Working Together

Planning a wedding is unbelievably difficult. Two people juggle their work schedules to create this emotional event, while struggling to find time just to hang out with each other. Throughout this process couples negotiate with each other to create a wedding that reflects both of their visions.

Recently, I had a chance to sit down with Taunya Woods, Licensed Clinical Professional Counselor, to discuss the challenge of working together as a couple. She reveals several tools to help couples come together for the wedding and create a marriage that works for both of them.

Wedding Vision

RelationshipsAlison Rodriguez: When you’re planning a wedding, you find out a lot about your fiance’s opinions and thoughts about weddings. You’ve been dreaming about this day your entire life, but now you have to deal with this person who has his own vision for the wedding. How do you learn how to create a wedding to suit both of your needs?

Taunya Woods: Communication is absolutely crucial. It’s important for you to come together for the wedding, before you start a life together as a family. Decide what kind of a wedding that you both want. I suggest that you create a realistic budget that works for both of you. If one of you is working multiple jobs just to pay for the wedding, that decision may have a lasting effect on your marriage. One of you may build up a resentment that can come out in later years.

Because money is such a big issue in relationships, discuss your financial priorities. Is it more important to have a $30,000.00 wedding, or a brand new house? How do you feel about incurring credit card debt for the wedding? Do you have a plan to pay off the debt after the honeymoon? There are no wrong answers here, but you need to make a conscious decision as a couple.

Are you flexible about your vision? If you create the wedding without any regard for your spouse, you could cause friction in the relationship down the road. If that kind of mindset continues in your marriage, your spouse may get tired of putting the focus on you all of the time. On the other hand, is your fiance’ a penny pincher who created the wedding budget without any respect for your vision? Is he/she unwilling to entertain any of your thoughts about the wedding? This could also be a red flag. Healthy couples try to live in the solution, not the problem.

The way you work together for the wedding will indicate the way you’ll face challenges in your marriage. Weddings are beautiful and wonderful, but you have to live after that. Take some time to talk about your life together after marriage in order to create a strong foundation.

Seeing the Real Person

Alison: During the engagement, you may discover new character traits about yourself and your partner that are not very pleasant. How do couples deal with these problems and issues as they arise?

Taunya: At some point you may take off those rose-colored glasses in order to see your partner more clearly. When problems come up, and you find yourself arguing about little things, try asking yourself these questions:

  • Am I being selfish?
  • Am I being fair about what he/she is feeling?
  • Am I looking at the problem or the situation objectively?

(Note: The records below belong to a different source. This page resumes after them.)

def _layer_law(i: int, layer: dict, out) -> tuple[ThermalLaw, str]:
    """Return the law of one layer and a description for the report."""
    material = layer["material"]
    if material is None:
        law = constant_law(layer["conductivity"], layer["density"], layer["specific_heat"],
                           layer.get("source") or "stated in the layer")
        return law, "constant properties stated in the layer"
    law_name = material.get("law")
    if law_name == _CONCRETE:
        limit = layer["conductivity_limit"] or "lower"
        u = _DEFAULT_MOISTURE if layer["moisture_content"] is None else layer["moisture_content"]
        if u > _MOISTURE_CAP:
            # §3.3.2(2) gives the peak only up to 3 %; more moisture only delays the unexposed
            # face (a longer plateau near 100 °C), so taking the 3 % peak errs on the safe side.
            out.warn(f"Layer {i + 1}: moisture content {100 * u:.3g} % is above 3 %: explosive "
                     "spalling must be considered (EN 1992-1-2 §4.5.1(2)). The specific-heat "
                     "peak is taken at its 3 % value (2020 J/(kg·K)), which shortens the "
                     "insulation time compared with a wetter peak.",
                     "EN 1992-1-2:2004 §3.3.2(2) and §4.5.1(2)")
            u = _MOISTURE_CAP
        rho20 = _DEFAULT_DENSITY_20 if layer["density"] is None else layer["density"]
        defaults = [text for text, given in (
            ("lower-limit conductivity", layer["conductivity_limit"]),
            ("moisture content 1.5 %", layer["moisture_content"]),
            ("ρ(20 °C) = 2300 kg/m³", layer["density"])) if given is None]
        if defaults:
            out.note(f"Layer {i + 1} ({material['name']}): " + ", ".join(defaults)
                     + " by default.", _CONCRETE_DEFAULT_SOURCE)
        try:
            law = concrete_law(limit, u, rho20)
        except PhysicsRangeError as exc:
            field = {"concrete moisture content": "moisture_content",
                     "concrete density at 20 °C": "density"}.get(exc.quantity, "material")
            value, expected = exc.value, exc.expected
            if field == "moisture_content":
                value = f"{100 * float(value):.4g} %"
                expected = ("0 to 3 % by weight (EN 1992-1-2 §3.3.2(2)); above 3 % explosive "
                            "spalling must be assessed (EN 1992-1-2 §4.5.1(2))")
            raise PhysicsRangeError(f"layers[{i}].{field}", value, expected) from None
        return law, (f"EN 1992-1-2 §3.3 laws, {limit}-limit conductivity, moisture "
                     f"{100 * u:.3g} %, ρ(20 °C) = {rho20:.4g} kg/m³")
    if law_name == _STEEL:
        return carbon_steel_law(), "EN 1993-1-2 §3.2–3.4 laws of carbon steel"
    law = constant_law(material["conductivity"], material["density"], material["specific_heat"],
                       material.get("source", ""))
    return law, f"constant properties of library material {material['name']}"
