def _redo(expr: str, values: dict):
    """Evaluate a step's expression with pint from its printed operands; σ from scipy's
    CODATA constant, π from math."""
    constants = {"sigma": ureg.Quantity(Stefan_Boltzmann, "W/(m^2*K^4)"), "pi": math.pi}
    functions = {"sqrt": lambda q: q ** 0.5}

    def go(node):
        if isinstance(node, ast.Expression):
            return go(node.body)
        if isinstance(node, ast.Constant):
            return float(node.value)
        if isinstance(node, ast.Name):
            return _quantity(values[node.id]) if node.id in values else constants[node.id]
        if isinstance(node, ast.UnaryOp):
            return -go(node.operand) if isinstance(node.op, ast.USub) else go(node.operand)
        if isinstance(node, ast.Call):
            return functions[node.func.id](*(go(a) for a in node.args))
        left, right = go(node.left), go(node.right)
        return {ast.Add: lambda: left + right, ast.Sub: lambda: left - right,
                ast.Mult: lambda: left * right, ast.Div: lambda: left / right,
                ast.Pow: lambda: left ** right}[type(node.op)]()

    return go(parse_expression(expr))


def _half_unit(number: str) -> float:
    """Half a unit of the last printed digit ('11.6' → 0.05, '1.23e-5' → 5e-8)."""
    mantissa, _, power = number.partition("e")
    decimals = len(mantissa.split(".")[1]) if "." in mantissa else 0
    return 0.5 * 10.0 ** (int(power or 0) - decimals)


@pytest.fixture(scope="module", params=[3, 5])
def demo_radiation(request, tmp_path_factory):
    """The demo project with only its radiation sheets, at 3 and at 5 significant figures."""
    root = tmp_path_factory.mktemp("demo") / "cold-store"
    (root / "sheets").mkdir(parents=True)
    for name in DEMO_SHEETS:
        shutil.copy(DEMO / name, root / name)
    text = (DEMO / "project.yaml").read_text()
    text = re.sub(r"  sheets:\n(    - .*\n)+", "  sheets:\n" + "".join(
        f"    - {name}\n" for name in DEMO_SHEETS), text)
    text = re.sub(r"(?m)^precision: \d+", f"precision: {request.param}", text)
    (root / "project.yaml").write_text(text)
    return evaluate_project(load_project(root)), request.param


def test_demo_radiation_sheets__every_printed_step_redoes_with_pint(demo_radiation):
    package, sig = demo_radiation
    blocks = [b for s in package.sheets for b in s.blocks]
    assert {b.kind.name for b in blocks} == {"radiant_exposure", "view_factor",
                                             "surface_emission", "radiation_exchange"}
    redone = 0
    for block in blocks:
        printed = block.printed_steps(sig)
        assert any(p.expr for p in printed), block.key  # every block prints working
        for step in printed:
            if step.expr is None:
                continue
            record = step.record()
            number, _, unit = record["result"].partition(" ")
            again = _redo(step.expr, record["values"])
            if unit:
                again = again.to("degC" if unit == "degC" else parse_unit(unit)).magnitude
            elif hasattr(again, "to"):
                again = again.to("dimensionless").magnitude
            assert abs(again - float(number)) <= _half_unit(number) * (1 + 1e-9), (
                block.key, step.name, step.expr, record)
            redone += 1
    assert redone >= 40


def test_radiant_exposure__forty_openings_sum_in_a_statement_and_agree_with_the_physics(
        evaluate):
    # A sum of forty E_i·F_i is longer than one line of working may be: a statement instead.
    openings = "\n".join(
        f"        - {{name: W{k}, width: 0.5 m, height: 0.5 m, x: {k % 10} m, "
        f"y: {k // 10} m, emissive_power: 20 kW/m^2}}" for k in range(40))
    package = evaluate(sheet(f"""
  - id: bay
    kind: radiant_exposure
    title: A wall of windows
    inputs:
      emitters:
{openings}
      separation: 6 m
      receiver: {{x: 4.75 m, y: 1.75 m}}
"""))
    emitters = [Emitter(k % 10, k // 10, 0.5, 0.5, 20_000.0) for k in range(40)]
    r = results(package, "RAD.bay")
    assert r["q"] == pytest.approx(incident_flux(emitters, 6.0, 4.75, 1.75), rel=1e-9)
    printed = steps(package, "RAD.bay")
    assert printed["q"].expr is None and printed["q"].yields == "q"
    assert len([s for s in package.block("RAD.bay").output.steps
                if s.group == "View factor to each emitter"]) == 40
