def cmd_check(args) -> int:
    from calcdoc.archive import results_document
    from calcdoc.evaluate import evaluate_folder
    from calcdoc.progress import reporter
    from calcdoc.render.printed import fill, print_check, print_value
    with reporter():
        package = evaluate_folder(args.project)
    sig, system = package.project.precision, package.project.units

    def shown(c):
        return print_check(c, sig, system)
    failed = []
    if args.json:
        print(json.dumps(results_document(package), indent=1, ensure_ascii=False))
    for sheet in package.sheets:
        if not args.json:
            print(f"{sheet.id}  {sheet.spec.title}")
        for block in sheet.blocks:
            if not args.json:
                print(f"  {block.key}  {block.spec.title}")
                out = block.output
                for name, r in out.results.items():
                    value = out.value_of(name)
                    text = ", ".join(print_value(value, sig, system, index=i).text
                                     for i in range(len(r.value))) \
                        if isinstance(r.value, list) else print_value(value, sig, system).text
                    print(f"    {name} = {text}")
                for name, why in out.absent.items():
                    print(f"    {name}: {fill(why, sig, system)}")
                for w in out.warnings:
                    print(f"    warning: {fill(w['text'], sig, system)}")
            for c in block.checks:
                if not c.passed:
                    failed.append((block, c))
                if not args.json:
                    mark = "PASS" if c.passed else "FAIL"
                    rel = "<=" if c.relation == "at_most" else ">="
                    print(f"    check {c.result}: {shown(c).value} {rel} {shown(c).limit}"
                          f"  {mark}")
    if failed:
        out = sys.stderr if args.json else sys.stdout
        print(f"{len(failed)} check(s) failed:", file=out)
        for block, c in failed:
            print(f"  {block.key}.{c.result}: {shown(c).value} against {shown(c).limit}",
                  file=out)
    return 1 if failed and args.strict else 0


# How `calcdoc kinds` lists the kinds: by the trade that reaches for them.
KIND_GROUPS = (
    ("Building envelope", ("layered_wall", "interstitial_condensation", "thermal_bridge")),
    ("Building services", ("cylindrical_layers",)),
    ("Radiation", ("surface_emission", "radiation_exchange", "view_factor", "radiant_exposure")),
    ("Fire", ("fire_curve", "steel_member_heating", "wall_fire_exposure", "timber_member_fire")),
    ("Your own working", ("formula",)),
)


def cmd_kinds(args) -> int:
    from calcdoc.kinds import registry
    from calcdoc.project import load_named_values
    kinds = registry()
    if args.json:
        chosen = [kinds[args.kind]] if args.kind in kinds else list(kinds.values())
        if args.kind is not None and args.kind not in kinds:
            chosen = []
        if chosen:
            docs = [k.describe() for k in chosen]
            print(json.dumps(docs[0] if args.kind else docs, indent=1, ensure_ascii=False))
            return 0
    if args.kind is None:
        width = max(len(name) for name in kinds) + 2
        listed = set()
        for trade, names in KIND_GROUPS:
            print(f"{trade}:")
            for name in names:
                if name in kinds:
                    listed.add(name)
                    print(f"  {name:<{width}}{kinds[name].summary}")
        others = [name for name in kinds if name not in listed]
        if others:  # a kind added without a place in the groups still shows
            print("Other kinds:")
            for name in others:
                print(f"  {name:<{width}}{kinds[name].summary}")
        print("\nNamed values ({named: NAME}):")
        for name, entry in load_named_values().items():
            print(f"  {name:<28} {entry['value']:<14} {entry.get('title', '')}")
            print(f"  {'':<28} source: {entry.get('source', '')}")
        return 0
    kind = kinds.get(args.kind)
    if kind is None:
        from calcdoc.kinds.base import did_you_mean
        hint = did_you_mean(args.kind, kinds)
        print(f"calcdoc: error: unknown kind '{args.kind}' (expected one of "
              f"{', '.join(kinds)}, got {args.kind!r})" + (f"; hint: {hint}" if hint else ""),
              file=sys.stderr)
        return 2
    d = kind.describe()
    print(f"{kind.name} — {kind.title}\n{kind.summary}\n\nInputs:")

    def show(fields, indent="  "):
        for f in fields:
            print(f"{indent}{f['name']}: {f['type']}; {f['default']}"
                  + (f"; range {f['range']}" if f['range'] else ""))
            if f["meaning"]:
                print(f"{indent}    {f['meaning']}")
            if f["source"]:
                print(f"{indent}    default from: {f['source']}")
            if "fields" in f:
                show(f["fields"], indent + "    ")
    show(d["inputs"])
    for group in d["exactly_one"]:
        print(f"  exactly one of: {', '.join(group)}")
    print("\nResults:")
    if kind.open_results:
        print("  one result per step, named by the step, in the step's unit")
    for r in d["results"]:
        print(f"  {r['name']} [{r['unit']}]: {r['meaning']}")
    if kind.caution:
        print(f"\nCaution: {kind.caution}")
    return 0


def _library(project: str | None) -> dict:
    from calcdoc.project import Collector, LIBRARY_DIR, builtin_material_files, load_materials
    from calcdoc.project import project_files
    col = Collector()
    materials = load_materials(builtin_material_files(), LIBRARY_DIR, col)
    if project:
        files = project_files(project)
        if files.exists("materials.yaml"):
            materials.update(load_materials(["materials.yaml"], None, col, files))
    if col.errors:
        raise InputErrors(col.errors)
    return materials


def _material_document(entry: dict) -> dict:
    """A material as plain data: each property in SI with its unit, source and confirmation."""
    from calcdoc.provenance import MATERIAL_UNITS
    properties = {}
    for prop, unit in MATERIAL_UNITS.items():
        if prop in entry:
            cited = entry.get("sources", {}).get(prop, {})
            properties[prop] = {"si": entry[prop], "si_unit": unit,
                                "source": cited.get("source", entry.get("source", "")),
                                "confirmed": cited.get("confirmed", entry.get("confirmed"))}
    doc = {"name": entry["name"], "title": entry.get("title", entry["name"]),
           "category": entry.get("category", ""), "source": entry.get("source", ""),
           "confirmed": entry.get("confirmed"), "properties": properties}
    if "conductivity_curve" in entry:
        cited = entry.get("sources", {}).get("conductivity_curve", {})
        doc["conductivity_curve"] = {"points_si": entry["conductivity_curve"],
                                     "units": ["K", "W/(m*K)"],
                                     "source": cited.get("source", entry.get("source", "")),
                                     "confirmed": cited.get("confirmed", entry.get("confirmed"))}
    if entry.get("law"):
        doc["law"] = entry["law"]
    return doc


def cmd_materials(args) -> int:
    from calcdoc.data import Value
    from calcdoc.kinds.base import did_you_mean
    from calcdoc.provenance import MATERIAL_UNITS
    from calcdoc.render.printed import print_curve, print_value
    materials = _library(args.project)
    if args.name is not None and args.name not in materials:
        hint = did_you_mean(args.name, materials)
        print(f"calcdoc: error: unknown material '{args.name}' (expected a material of the "
              f"library, see calcdoc materials, got {args.name!r})"
              + (f"; hint: {hint}" if hint else ""), file=sys.stderr)
        return 2
    chosen = [materials[args.name]] if args.name else sorted(
        materials.values(), key=lambda m: (m.get("category", ""), m["name"]))
    if args.json:
        docs = [_material_document(m) for m in chosen]
        print(json.dumps(docs[0] if args.name else docs, indent=1, ensure_ascii=False))
        return 0

    def shown(entry, prop):
        return print_value(Value(entry[prop], MATERIAL_UNITS[prop], given=True), 3).text

    if args.name is None:
        category = None
        for m in chosen:
            if m.get("category", "") != category:
                print(("\n" if category is not None else "") + f"{m.get('category') or 'other'}:")
                category = m.get("category", "")
            mark = "" if m.get("confirmed") is not False else "  [to confirm]"
            lam = shown(m, "conductivity") if "conductivity" in m else (
                "law" if m.get("law") else "—")
            print(f"  {m['name']:<28} {lam:<16} {m.get('title', '')}{mark}")
        print("\nEach value with its source: calcdoc materials NAME; "
              "[to confirm]: recalled, not yet checked against its printed source.")
        return 0
    m = chosen[0]
    print(f"{m['name']} — {m.get('title', '')}" + (f" ({m['category']})"
                                                   if m.get("category") else ""))
    for prop in MATERIAL_UNITS:
        if prop in m:
            cited = m.get("sources", {}).get(prop, {})
            flag = "" if cited.get("confirmed", m.get("confirmed")) is not False else \
                " [to confirm]"
            print(f"  {prop.replace('_', ' ')}: {shown(m, prop)}")
            print(f"      source: {cited.get('source', m.get('source', ''))}{flag}")
    if "conductivity_curve" in m:
        points = ", ".join(f"{theta.text}: {k.text}"
                           for theta, k in print_curve(m["conductivity_curve"]))
        print(f"  conductivity against temperature: {points}")
    if m.get("law"):
        print(f"  temperature-dependent law: {m['law']}")
    print(f"  source: {m.get('source', '')}")
    return 0


def cmd_schema(args) -> int:
    from calcdoc.schema import project_schema, review_schema, sheet_schema
    made = {"sheet": sheet_schema, "project": project_schema, "review": review_schema}
    print(json.dumps(made[args.file](), indent=1, ensure_ascii=False))
    return 0


def cmd_new(args) -> int:
    from calcdoc.starter import write_starter
    written = write_starter(Path(args.dir))
    print(f"wrote a starter project in {args.dir} ({len(written)} files); "
          f"build it with: calcdoc build {args.dir}")
    return 0


def cmd_verify(args) -> int:
    from calcdoc.verify_many import find_packages, holds_packages, is_single_package
    several = len(args.path) > 1 or args.json or args.jobs is not None or args.scheduler
    if not several:
        path = Path(args.path[0])
        # one package as before; a folder with none under it gets the one-package message
        if is_single_package(path) or not holds_packages(path):
            return _verify_one(args.path[0])
    return _verify_many(args, find_packages(args.path))


def _verify_one(path: str) -> int:
    from calcdoc.archive import verify
    notes: list[str] = []
    lines = verify(Path(path), notes=notes)
    for line in notes + lines:
        print(line)
    if lines:
        print(f"{path}: NOT verified — {len(lines)} difference(s) listed above")
        return 1
    if Path(path).is_dir():
        print(f"{path}: verified — every file matches its SHA-256 in manifest.json, the "
              f"PDF carries the same inputs and results, and a fresh evaluation of the archived "
              f"inputs gives the recorded results")
    elif notes:
        print(f"{path}: verified — the signatures hold (see above) and a fresh evaluation "
              f"of the attached inputs gives the attached results")
    else:
        print(f"{path}: verified — a fresh evaluation of the attached inputs gives the "
              f"attached results (the pages themselves are covered by no digest: verify the "
              f"build folder's manifest for that)")
    return 0


def _verify_many(args, found) -> int:
    """Every package found, as independent tasks: one line each (or --json, a list of the
    same records) and a total. Exit 0 only when every one is verified, else 1."""
    from calcdoc.progress import reporter
    from calcdoc.verify_many import STATUSES, link_record, verify_packages
    jobs = args.jobs if args.jobs is not None else _available_cores()
    with reporter() as progress:
        records = verify_packages(
            found.packages, jobs=jobs, scheduler=args.scheduler,
            on_done=lambda done, total: progress.show(f"verify: {done} of {total} packages"))
    records += [link_record(path) for path in found.links]
    totals = {status: sum(r.status == status for r in records) for status in STATUSES}
    if args.json:
        print(json.dumps([r.record() for r in records], indent=1, ensure_ascii=False))
    else:
        width = max(len(r.path) for r in records)
        for r in records:
            why = ""
            if r.status == "differs":
                why = f"{len(r.differences)} difference(s), first: {r.differences[0]}"
            elif r.reason:  # the first message, without the path the line already names
                why = r.reason.splitlines()[0].removeprefix(f"{r.path}: error: ")
            print(f"{r.status:<8}  {r.path:<{width}}  {why}".rstrip())
        shown = ", ".join(f"{n} {s}" for s, n in totals.items())
        print(f"{len(records)} package{'s' if len(records) != 1 else ''}: {shown}")
    return 0 if totals["verified"] == len(records) else 1
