import concurrent.futures
import math
import re
import shutil
import tempfile
from dataclasses import dataclass, field
from pathlib import Path

from calcdoc.progress import current
from calcdoc.render.workers import pool

__all__ = ["write_pdf_in_parts", "PartLayout", "plan_parts"]

PAGE_NUMBER_XOBJECT = "/CalcdocPageNumber"


@dataclass
class PartLayout:
    """What a typeset part tells the joiner, page by page (PDF points, origin bottom left)."""

    pdf: str
    pages: int
    anchors: list[list[tuple[str, float, float]]] = field(default_factory=list)
    links: list[list[tuple[str, tuple[float, float, float, float]]]] = field(default_factory=list)
    bookmarks: list = field(default_factory=list)
    page_numbers: list[dict | None] = field(default_factory=list)

    def data(self) -> dict:
        """Return the layout as JSON data (for the build cache), without the PDF's path."""
        return {"pages": self.pages, "anchors": self.anchors, "links": self.links,
                "bookmarks": self.bookmarks, "page_numbers": self.page_numbers}

    @classmethod
    def from_data(cls, data, pdf: str) -> PartLayout | None:
        """Return the layout of :meth:`data`, or None unless every field has its shape (a
        cache entry is read as a stranger's file)."""
        try:
            pages = data["pages"]
            ok = (type(pages) is int and 0 < pages <= 100_000
                  and all(len(data[k]) == pages for k in ("anchors", "links", "page_numbers"))
                  and all(_is_anchor(a) for page in data["anchors"] for a in page)
                  and all(_is_link(a) for page in data["links"] for a in page)
                  and all(line is None or _is_line(line) for line in data["page_numbers"])
                  and _is_outline(data["bookmarks"], pages))
        except (KeyError, TypeError, ValueError):
            return None
        if not ok:
            return None
        return cls(pdf, pages, data["anchors"], data["links"], data["bookmarks"],
                   data["page_numbers"])


def _number(x) -> bool:
    return type(x) in (int, float) and math.isfinite(x)


def _is_anchor(a) -> bool:
    return len(a) == 3 and isinstance(a[0], str) and _number(a[1]) and _number(a[2])


def _is_link(a) -> bool:
    return (len(a) == 2 and isinstance(a[0], str) and len(a[1]) == 4
            and all(map(_number, a[1])))


def _is_line(line) -> bool:
    return (isinstance(line, dict)
            and all(_number(line[k]) for k in ("x", "y", "width", "height", "font_size"))
            and all(isinstance(f, str) and re.fullmatch(r"[\w .-]{1,80}", f)
                    for f in line["font_family"])
            and type(line["font_weight"]) is int and 1 <= line["font_weight"] <= 1000
            and line["font_style"] in ("normal", "italic", "oblique")
            and len(line["color"]) == 4 and all(0 <= c <= 1 for c in line["color"]
                                                if _number(c)) and all(map(_number, line["color"])))
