def _get(root, path):
    for p in path:
        root = root[p]
    return root


def _set(root, path, value):
    parent = _get(root, path[:-1])
    if value is MISSING:
        del parent[path[-1]]
    else:
        parent[path[-1]] = value


@dataclass
class Mutation:
    sheet: str
    name: str
    text: str


def _walk(node, path, out, first_only=True):
    """Yield (path, node) for every value under ``node``; of a list of records only the first
    item is walked (the others are alike), so that the count stays in proportion."""
    yield path, node
    if isinstance(node, dict):
        for k, v in node.items():
            yield from _walk(v, path + (k,), out, first_only)
    elif isinstance(node, list) and node and isinstance(node[0], dict):
        for i, v in enumerate(node[:1] if first_only else node):
            yield from _walk(v, path + (i,), out, first_only)


def _pretty(path) -> str:
    return ".".join(str(p) if not isinstance(p, int) else f"[{p}]" for p in path).replace(".[", "[")


def generic_mutations(sheet_id: str, sheet: dict, big: bool = True) -> list[tuple[str, dict]]:
    """Every one-change mutation of every block's inputs (``big``: with the lists of thousands
    of items, slow to write)."""
    cases: list[tuple[str, dict]] = []

    def add(name, path, value):
        s = copy.deepcopy(sheet)
        _set(s, path, value)
        cases.append((name, s))

    for b, block in enumerate(sheet["blocks"]):
        base = ("blocks", b, "inputs")
        for path, node in list(_walk(block["inputs"], base, None)):
            label = f"{block['id']}.{_pretty(path[3:])}"
            parent = _get(sheet, path[:-1]) if len(path) > 3 else None
            if isinstance(parent, dict) and path[-1] != "source":
                add(f"{label}: deleted", path, MISSING)
            if path[-1] == "source":
                add(f"{label}: list", path, ["a"])
                continue
            if len(path) > 3:
                for what, value in WRONG_TYPES:
                    add(f"{label}: {what}", path, copy.deepcopy(value))
            text = node.get("value") if isinstance(node, dict) and "value" in node else node
            vpath = path + ("value",) if isinstance(node, dict) and "value" in node else path
            for what, value in value_variants(text):
                add(f"{label}: {what} ({value})", vpath, value)
            if isinstance(node, dict):
                s = copy.deepcopy(sheet)
                _get(s, path)["colour"] = "blue"
                cases.append((f"{label}: unknown key", s))
            if isinstance(node, list) and len(path) > 3:
                if node and isinstance(node[0], dict):
                    add(f"{label}: empty list", path, [])
                    add(f"{label}: one item", path, copy.deepcopy(node[:1]))
                    many = []
                    for i in range(10_000 if big else 0):
                        item = copy.deepcopy(node[i % len(node)])
                        if "name" in item:
                            item["name"] = f"{item['name']} {i}"
                        many.append(item)
                    if big:
                        add(f"{label}: 10 000 items", path, many)
                    # as many as a sheet within the 1 MiB file limit holds, without sources
                    for item in many:
                        item.pop("source", None)
                    room = 900_000 // max(len(dump(many[:50])) // 50, 1)
                    if big:
                        add(f"{label}: {min(room, 10_000)} items (within the file limit)",
                            path, many[:room])
                    if "name" in node[0]:
                        add(f"{label}: duplicated name", path,
                            copy.deepcopy(node) + copy.deepcopy(node[:1]))
                elif node and not isinstance(node[0], (dict, list)):
                    add(f"{label}: one element", path, copy.deepcopy(node[:1]))
                    add(f"{label}: three elements", path, copy.deepcopy(node) + node[-1:])
                    add(f"{label}: elements reversed", path, list(reversed(node)))
                    for i, element in enumerate(node):
                        for what, value in value_variants(element)[:1] + \
                                [v for v in value_variants(element) if v[0] in
                                 ("huge", "nan", "wrong unit")]:
                            new = list(node)
                            new[i] = value
                            add(f"{label}[{i}]: {what} ({value})", path, new)
    return cases


# --- the mutations each kind invites ----------------------------------------------------------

Obviously, these questions deal with different issues, but they may help when problems come up.

Figure out what is a negotiable and what is a non-negotiable for you. Is this particular issue something you two can work on together, or is this something that directly affects your livelihood?

If you have concerns about your partner, be honest with your feelings. Set aside some time early on to calmly talk to him/her about your concerns. Feel free to role-play this conversation with a friend before you talk to him/her.

If he/she offers you feedback about your own character flaws, are you able to listen with an open mind? Will you work on the character defects on behalf of your relationship? This is very important because issues are bound to come up. The most important thing is to continue working as a couple.

I would suggest going for pre-marital counseling for a nice length of time before the wedding. This would give you the opportunity to discuss in-laws, money, sex, relationships, religion, communication, family roles and expectations.